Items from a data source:
-*-

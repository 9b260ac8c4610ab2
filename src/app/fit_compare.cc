#include "app/fit_compare.h"

#include <cerrno>
#include <cmath>
#include <cstring>
#include <fstream>
#include <sstream>

#include "app/output.h"
#include "app/spec_options.h"
#include "app/summary_table.h"
#include "design/gain_band.h"
#include "design/infeasibility.h"
#include "design/loop_polynomials.h"
#include "design/response_band.h"
#include "design/robust_band.h"
#include "identify/parameter_draws.h"
#include "lti/error.h"

namespace lw::app {
namespace {

using nlohmann::json;

constexpr double kNaN = std::numeric_limits<double>::quiet_NaN();

[[noreturn]] void BadField(const std::string& path, const std::string& field,
                           const std::string& rule) {
  throw DataError(path + ": field '" + field + "' " + rule);
}

std::optional<double> OptionalNumber(const json& obj, const std::string& key,
                                     const std::string& path) {
  if (!obj.contains(key) || obj[key].is_null()) return std::nullopt;
  if (!obj[key].is_number()) BadField(path, "specs." + key, "must be a number or null");
  return obj[key].get<double>();
}

// [[lo, hi], ...] with hi null for an open end (JSON has no infinity).
GainSet ReadRanges(const json& a, const std::string& path, const std::string& field) {
  if (!a.is_array()) BadField(path, field, "must be an array of [lo, hi] pairs");
  GainSet set;
  for (const json& r : a) {
    if (!r.is_array() || r.size() != 2 || !r[0].is_number() ||
        !(r[1].is_number() || r[1].is_null())) {
      BadField(path, field, "must be an array of [lo, hi] pairs (hi null for no upper end)");
    }
    set.push_back({r[0].get<double>(), r[1].is_null() ? INFINITY : r[1].get<double>()});
  }
  return set;
}

json RangesJson(const GainSet& set) {
  json a = json::array();
  for (const GainRange& r : set) a.push_back({JsonNumber(r.lo), JsonNumber(r.hi)});
  return a;
}

json EstimateJson(const EstimateSummary& e) {
  return {{"value", JsonNumber(e.value)},
          {"ci95", {JsonNumber(e.ci_low), JsonNumber(e.ci_high)}},
          {"se", JsonNumber(e.se)}};
}

}  // namespace

BandFile ReadBandFile(const std::string& path) {
  std::ifstream in(path, std::ios::binary);
  if (!in) throw DataError("cannot read the band file '" + path + "': " + std::strerror(errno));
  std::stringstream buf;
  buf << in.rdbuf();
  json doc;
  try {
    doc = json::parse(buf.str());
  } catch (const json::parse_error& e) {
    throw DataError(path + ": not valid JSON (" + e.what() + ")");
  }
  if (!doc.is_object() || !doc.contains("format") || doc["format"] != "loopwright-band") {
    throw DataError(path +
                    ": not a loopwright band file (expected \"format\": \"loopwright-band\"; "
                    "write one with `loopwright band ... -o BAND.json`)");
  }
  BandFile b;
  b.path = path;
  if (!doc.contains("specs") || !doc["specs"].is_object())
    BadField(path, "specs", "must be an object");
  const json& s = doc["specs"];
  b.specs.rise_max = OptionalNumber(s, "rise_max", path);
  b.specs.overshoot_max = OptionalNumber(s, "overshoot_max", path);
  b.specs.zeta_min = OptionalNumber(s, "zeta_min", path);
  b.specs.settle_max = OptionalNumber(s, "settle_max", path);
  b.specs.peak_max = OptionalNumber(s, "peak_max", path);
  b.specs.wn_min = OptionalNumber(s, "wn_min", path);
  if (auto v = OptionalNumber(s, "settle_band", path)) b.specs.settle_band = *v;
  if (auto v = OptionalNumber(s, "decay_min", path)) b.specs.decay_min = *v;
  try {
    b.specs.Validate();
  } catch (const UsageError& e) {
    throw DataError(path + ": specs: " + e.what());
  }
  if (!doc.contains("controller") || !doc["controller"].is_string()) {
    BadField(path, "controller", "must be a controller text such as \"pi:0.004\"");
  }
  try {
    b.controller = Controller::Parse(doc["controller"].get<std::string>());
  } catch (const UsageError& e) {
    throw DataError(path + ": " + e.what());
  }
  if (doc.contains("pade_order")) {
    if (!doc["pade_order"].is_number_integer() || doc["pade_order"] < 1 || doc["pade_order"] > 8) {
      BadField(path, "pade_order", "must be an integer 1 to 8");
    }
    b.pade_order = doc["pade_order"].get<int>();
  }
  if (!doc.contains("recommended_gain") || !doc["recommended_gain"].is_number() ||
      !(doc["recommended_gain"].get<double>() > 0.0)) {
    BadField(path, "recommended_gain", "must be a number > 0");
  }
  b.recommended_gain = doc["recommended_gain"].get<double>();
  if (!doc.contains("bands") || !doc["bands"].is_object())
    BadField(path, "bands", "must be an object");
  const json& bands = doc["bands"];
  b.locus = ReadRanges(bands.value("locus", json::array()), path, "bands.locus");
  b.response = ReadRanges(bands.value("response", json::array()), path, "bands.response");
  if (bands.contains("robust") && !bands["robust"].is_null()) {
    b.robust = ReadRanges(bands["robust"], path, "bands.robust");
  }
  if (doc.contains("discrete")) {
    const json& d = doc["discrete"];
    if (!d.is_object() || !d.contains("sample_time") || !d["sample_time"].is_number() ||
        !(d["sample_time"].get<double>() > 0.0)) {
      BadField(path, "discrete.sample_time", "must be a number > 0 (seconds)");
    }
    b.sample_time = d["sample_time"].get<double>();
  }
  return b;
}

BandRecheck RecheckBand(const BandFile& band, const FitResult& fresh,
                        std::optional<double> gain_in_use) {
  BandRecheck rc;
  rc.old = band;
  const Region region = band.specs.ToRegion();
  LoopPolynomials loop = LoopPolynomials::ForGain(fresh.tf, band.controller, band.pade_order);
  rc.gain_in_use = gain_in_use ? *gain_in_use : band.recommended_gain;
  rc.gain_source = gain_in_use ? "--gain" : "the old band's recommended gain";
  rc.infeasible = PositiveFeedbackNote(loop, fresh.tf);
  if (!rc.infeasible.empty()) return rc;  // no bands: every K > 0 is positive feedback now
  rc.locus = FindLocusBand(loop, region).gains();
  ResponseBandOptions ro;
  ro.pade_order = band.pade_order;
  rc.response = FindResponseBand(fresh.tf, band.controller, band.specs, ro).gains();
  if (fresh.covariance_ok && fresh.covariance.size() > 0) {
    try {
      ParameterDraws draws =
          DrawParameters(fresh.structure, fresh.values, fresh.covariance, 500, /*seed=*/1);
      RobustBandOptions rbo;
      rbo.pade_order = band.pade_order;
      rc.robust = FindRobustBand(draws.plants, band.controller, region, rbo).gains;
    } catch (const UsageError& e) {
      rc.robust_note = std::string("no robust band: ") + e.what();
    }
  } else {
    rc.robust_note = "the new fit has no covariance, so there is no robust band";
  }
  if (rc.locus.empty() && rc.response.empty()) {
    rc.infeasible = DiagnoseInfeasible(loop, region).sentence;
  }
  std::optional<GainSet> sampled;
  if (band.sample_time) {
    // The band command's rule: the sampled loop's response band in the response band's place.
    ResponseBandOptions so = ro;
    so.sample_time = *band.sample_time;
    sampled = FindResponseBand(fresh.tf, band.controller, band.specs, so).gains();
  }
  rc.recommendation = Recommend(rc.locus, rc.response, rc.robust, sampled);
  rc.inside_locus = Contains(rc.locus, rc.gain_in_use);
  rc.inside_response = Contains(rc.response, rc.gain_in_use);
  if (rc.robust) rc.inside_robust = Contains(*rc.robust, rc.gain_in_use);
  rc.still_inside = Contains(rc.recommendation.set, rc.gain_in_use);
  return rc;
}

std::vector<EstimateSummary> OldEstimates(const ModelDocument& old) {
  std::vector<EstimateSummary> out;
  const Eigen::Index m = static_cast<Eigen::Index>(old.parameters.size());
  const bool cov = old.covariance.rows() == m && old.covariance.cols() == m && m > 0;
  for (Eigen::Index i = 0; i < m; ++i) {
    const ModelParameter& p = old.parameters[static_cast<size_t>(i)];
    EstimateSummary e{p.name, p.unit, p.value, kNaN, p.ci_low, p.ci_high};
    e.se = cov && old.covariance(i, i) >= 0.0 ? std::sqrt(old.covariance(i, i))
                                              : StandardErrorFromInterval(p.ci_low, p.ci_high);
    out.push_back(e);
  }
  return out;
}

std::vector<EstimateSummary> NewEstimates(const FitResult& fresh) {
  std::vector<EstimateSummary> out;
  for (const ParameterEstimate& p : fresh.parameters) {
    out.push_back({p.name, p.unit, p.value, p.sd, p.ci_low, p.ci_high});
  }
  return out;
}

ModelComparison CompareWithOld(const std::string& old_path, const ModelDocument& old,
                               const FitResult& fresh) {
  ModelComparison c;
  c.old_path = old_path;
  c.old_structure = old.structure;
  c.new_structure = std::string(StructureName(fresh.structure));
  c.changes = CompareEstimates(OldEstimates(old), NewEstimates(fresh), c.only_old, c.only_new);
  return c;
}

json ComparisonJson(const ModelComparison& c) {
  json doc;
  doc["old_model"] = c.old_path;
  doc["old_structure"] = c.old_structure;
  doc["new_structure"] = c.new_structure;
  doc["rule"] = "significant when |z| > 1.96, z = (new - old) / sqrt(se_old^2 + se_new^2)";
  doc["parameters"] = json::array();
  for (const ParameterChange& p : c.changes) {
    doc["parameters"].push_back(
        {{"name", p.name},
         {"unit", p.unit},
         {"old", EstimateJson(p.before)},
         {"new", EstimateJson(p.after)},
         {"change", JsonNumber(p.change)},
         {"change_percent", JsonNumber(p.change_percent)},
         {"z", JsonNumber(p.z)},
         {"significant", p.significant ? json(*p.significant) : json(nullptr)}});
  }
  doc["only_old"] = c.only_old;
  doc["only_new"] = c.only_new;
  if (!c.band) {
    doc["band"] = nullptr;
    return doc;
  }
  const BandRecheck& b = *c.band;
  json band;
  band["file"] = b.old.path;
  band["controller"] = b.old.controller.ToString();
  band["specs"] = SpecsJson(b.old.specs);
  band["old"] = {{"locus", RangesJson(b.old.locus)},
                 {"response", RangesJson(b.old.response)},
                 {"robust", b.old.robust ? RangesJson(*b.old.robust) : json(nullptr)},
                 {"recommended_gain", JsonNumber(b.old.recommended_gain)}};
  band["new"] = {{"locus", RangesJson(b.locus)},
                 {"response", RangesJson(b.response)},
                 {"robust", b.robust ? RangesJson(*b.robust) : json(nullptr)},
                 {"recommended_gain",
                  b.recommendation.found ? JsonNumber(b.recommendation.gain) : json(nullptr)},
                 {"rule", b.recommendation.reason}};
  band["gain_in_use"] = JsonNumber(b.gain_in_use);
  band["gain_source"] = b.gain_source;
  band["inside"] = {{"locus", b.inside_locus},
                    {"response", b.inside_response},
                    {"robust", b.inside_robust ? json(*b.inside_robust) : json(nullptr)}};
  band["still_inside"] = b.still_inside;
  band["judged_on"] = b.recommendation.set_name;
  band["infeasible"] = b.infeasible.empty() ? json(nullptr) : json(b.infeasible);
  if (!b.robust_note.empty()) band["robust_note"] = b.robust_note;
  doc["band"] = band;
  return doc;
}

void PrintComparison(const Context& ctx, const ModelComparison& c) {
  std::ostream& out = ctx.out;
  out << "\n"
      << Bold(ctx, "compared with") << " " << c.old_path << " (" << c.old_structure << " -> "
      << c.new_structure << "; significant when |z| > 1.96)\n";
  SummaryTable t({"parameter", "old", "old 95 %", "new", "new 95 %", "change", "z", "verdict"});
  std::vector<std::string> notes;
  for (const ParameterChange& p : c.changes) {
    std::string change = FormatNumber(p.change, 3);
    if (std::isfinite(p.change_percent)) change += " (" + FormatNumber(p.change_percent, 2) + " %)";
    SummaryCell verdict = p.significant
                              ? (*p.significant ? SummaryCell("changed", CellMark::kCaution)
                                                : SummaryCell("within uncertainty", CellMark::kOk))
                              : SummaryCell("unknown (no interval)");
    const ParameterText before =
        FormatParameter(p.name, p.before.value, p.before.ci_low, p.before.ci_high);
    const ParameterText after =
        FormatParameter(p.name, p.after.value, p.after.ci_low, p.after.ci_high);
    if (!before.note.empty()) notes.push_back("old " + p.name + ": " + before.note);
    if (!after.note.empty()) notes.push_back("new " + p.name + ": " + after.note);
    t.AddRow({p.name + (p.unit.empty() || p.unit == "-" ? "" : " [" + p.unit + "]"), before.value,
              before.interval, after.value, after.interval, change, FormatNumber(p.z, 3), verdict});
  }
  t.Print(ctx);
  PrintCutNotes(out, notes);
  if (!c.only_old.empty() || !c.only_new.empty()) {
    std::string o, n;
    for (const auto& s : c.only_old) o += (o.empty() ? "" : ", ") + s;
    for (const auto& s : c.only_new) n += (n.empty() ? "" : ", ") + s;
    out << "  not compared (different structures): " << (o.empty() ? "-" : o) << " (old only), "
        << (n.empty() ? "-" : n) << " (new only)\n";
  }
  if (!c.band) return;
  const BandRecheck& b = *c.band;
  out << "\n"
      << Bold(ctx, "band again") << " on the new model: " << b.old.path << ", controller "
      << b.old.controller.ToString() << ", specs " << b.old.specs.ToString() << "\n";
  SummaryTable bt({"band", "old", "new", "K in use"});
  auto inside = [](bool in) { return Verdict(in, "inside", "outside"); };
  bt.AddRow({"locus", ToString(b.old.locus), ToString(b.locus), inside(b.inside_locus)});
  bt.AddRow(
      {"response", ToString(b.old.response), ToString(b.response), inside(b.inside_response)});
  bt.AddRow({"robust", b.old.robust ? ToString(*b.old.robust) : "none",
             b.robust ? ToString(*b.robust) : "none",
             b.inside_robust ? inside(*b.inside_robust) : SummaryCell("n/a")});
  bt.Print(ctx);
  if (!b.robust_note.empty()) out << "  (" << b.robust_note << ")\n";
  if (!b.infeasible.empty())
    out << "  " << Bad(ctx, "no gain meets the specs now: ") << b.infeasible << "\n";
  const std::string k = "K = " + FormatNumber(b.gain_in_use, 4) + " (" + b.gain_source + ")";
  if (b.still_inside) {
    out << "  " << Good(ctx, k + " is still inside") << " the new " << b.recommendation.set_name
        << " band\n";
  } else {
    out << "  " << Bad(ctx, k + " is no longer inside") << " the new "
        << (b.recommendation.set_name == "none" ? "bands" : b.recommendation.set_name + " band")
        << "\n";
  }
  if (b.recommendation.found) {
    out << "  new recommended gain K = " << FormatNumber(b.recommendation.gain, 4) << " (was "
        << FormatNumber(b.old.recommended_gain, 4) << "): " << b.recommendation.reason << "\n";
  }
}

}  // namespace lw::app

-*-

**What needs to be done:** The expected answer is each line of the records above that includes the string "void".

**Exercise response:**
[[noreturn]] void BadField(const std::string& path, const std::string& field,
void PrintComparison(const Context& ctx, const ModelComparison& c) {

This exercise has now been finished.